Kedua, Kementerian BUMN yang dipimpin oleh Erick Thohir harus membatalkan Keputusan RUPS Patra Niaga yang mengangkat Saudara Anwar sebagai Komisaris karena melanggar ketentuan Peraturan Menteri BUMN 03/MBU/2012 tentang pedoman pengangkatan anggota direksi dan anggota komisaris anak perusahaan BUMN yang mensyaratkan calon komisaris tidak sedang menduduki jabatan yang secara peraturan perundang-undangan yang dilarang untuk dirangkap dengan jabatan dewan komisaris.

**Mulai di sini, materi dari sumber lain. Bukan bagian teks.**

def check(joint: Joint, solution: Solution, standard: str | None = None,
          method: str | None = None) -> CheckResult:
    """Check every plane, ply and the bolt of a solved joint.

    Args:
        joint: The joint.
        solution: Its solution (demands at the design load level of the method:
            factored for LRFD and EN, service for ASD).
        standard: ``"aisc360-22"`` or ``"en1993-1-8"``; the model's by default.
        method: ``"lrfd"`` or ``"asd"`` (AISC); the model's by default.

    Returns:
        The :class:`CheckResult`.

    Raises:
        ValueError: For an unknown standard, a slip class given for another
            standard, or loads of the wrong level for the method (factored loads
            checked by ASD, service loads by LRFD or EN).
    """
    from plyshear.codes import pin_plates

    standard = standard or joint.check.standard
    method = method or joint.check.method
    service_only = pin_plates.service_only(joint, standard, method)
    if not service_only:
        require_load_level(joint, standard, method)
    if standard != joint.check.standard and joint.check.slip_class is not None:
        # The classes share letters but not friction coefficients (AISC Class A is
        # mu 0.30, EN Class A is mu 0.5): never carry one across.
        raise ValueError(f"check.slip_class '{joint.check.slip_class}' is a class of "
                         f"{joint.check.standard}, not of {standard}; check with the "
                         "model's standard or change [check]")
    if service_only:  # a replaceable pin's service loads: the serviceability rules alone
        from plyshear.codes.en1993_1_8 import STANDARD as EDITION

        result = CheckResult(standard=standard, method="partial-factors", edition=EDITION,
                             items=(), units=joint.units)
    elif standard == "aisc360-22":
        from plyshear.codes import check_aisc

        result = check_aisc.check(joint, solution, method)
    elif standard == "en1993-1-8":
        from plyshear.codes import check_en

        result = check_en.check(joint, solution)
    else:
        raise ValueError(f"unknown standard '{standard}'; known: {', '.join(STANDARDS)}")
    result = pin_plates.extend(joint, solution, result, method)
    notes = list(result.notes)
    fitted = fitted_holes_note(joint)
    if fitted:
        notes.append(fitted)
    return _trusted(dataclasses.replace(result, loads=load_level(joint, standard, method),
                                        notes=tuple(dict.fromkeys(notes)),
                                        warnings=tuple(check_warnings(joint, result))),
                    solution)


def strength_level(standard: str, method: str) -> str:
    """The load level a strength check takes: service for ASD, factored otherwise."""
    return "service" if standard == "aisc360-22" and method == "asd" else "factored"


def load_level(joint: Joint, standard: str, method: str) -> str:
    """The level of the model's loads: as declared, else what the method takes."""
    return joint.check.loads or strength_level(standard, method)
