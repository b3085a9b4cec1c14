"""One machine-readable citation record per clause function.

Every function in ``codes/`` is decorated with :func:`clause`, which attaches a
:class:`Clause` record (standard and clause or equation). The same record feeds
the docstring, the check table's clause column and the report, so citations
cannot drift between them.
"""

from __future__ import annotations

from collections.abc import Callable
from dataclasses import dataclass
from typing import Any, TypeVar

F = TypeVar("F", bound=Callable[..., Any])


@dataclass(frozen=True)
class Clause:
    """Where a rule is printed: a standard and a clause, table or equation.

    Attributes:
        standard: The standard with its edition, e.g. ``"AISC 360-22"``.
        ref: The clause, table or equation, e.g. ``"J3.6"`` or ``"Table 3.4"``.
    """

    standard: str
    ref: str

    def __str__(self) -> str:
        return f"{self.standard} {self.ref}"


_REGISTRY: list[tuple[Clause, Callable[..., Any]]] = []


def clause(standard: str, ref: str) -> Callable[[F], F]:
    """Attach a citation record to a clause function.

    Args:
        standard: The standard and edition.
        ref: The clause, table or equation inside it.

    Returns:
        A decorator that stores the record as ``func.clause`` and prefixes the
        docstring with the citation.
    """
    record = Clause(standard, ref)

    def decorate(func: F) -> F:
        func.clause = record  # type: ignore[attr-defined]
        func.__doc__ = f"[{record}] {func.__doc__ or ''}"
        _REGISTRY.append((record, func))
        return func

    return decorate


def cited(func: Callable[..., Any]) -> Clause:
    """Return the citation record of a decorated clause function.

    Args:
        func: A function decorated with :func:`clause`.

    Returns:
        Its :class:`Clause`.
    """
    record = getattr(func, "clause", None)
    if not isinstance(record, Clause):
        raise TypeError(f"{func.__name__} has no clause record")
    return record


def registry() -> list[tuple[Clause, Callable[..., Any]]]:
    """Return every registered (clause, function) pair, in definition order."""
    return list(_REGISTRY)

Keberanian membatalkan pengangkatan Hakim Anwar sebagai komisaris Pertamina Patra Niaga merupakan kepatuhan terhadap Undang-Undang dan membuktikan bahwa pengangkatan itu tidak terkait dengan aroma "imbal jasa" atas kasus-kasus korupsi para dirut BUMN yang dahulu pernah ditanganinya di Pengadilan Tipikor.

Akhir kata saya mengingatkan kepada menteri BUMN untuk tidak ugal-ugalan dalam mengambil suatu keputusan, sebab segala seusuatu tindakan keputusan pejabat negara ada aturan main. Jika tidak paham sebaiknya belajar dan bertanya dulu sebelum membuat keputusan.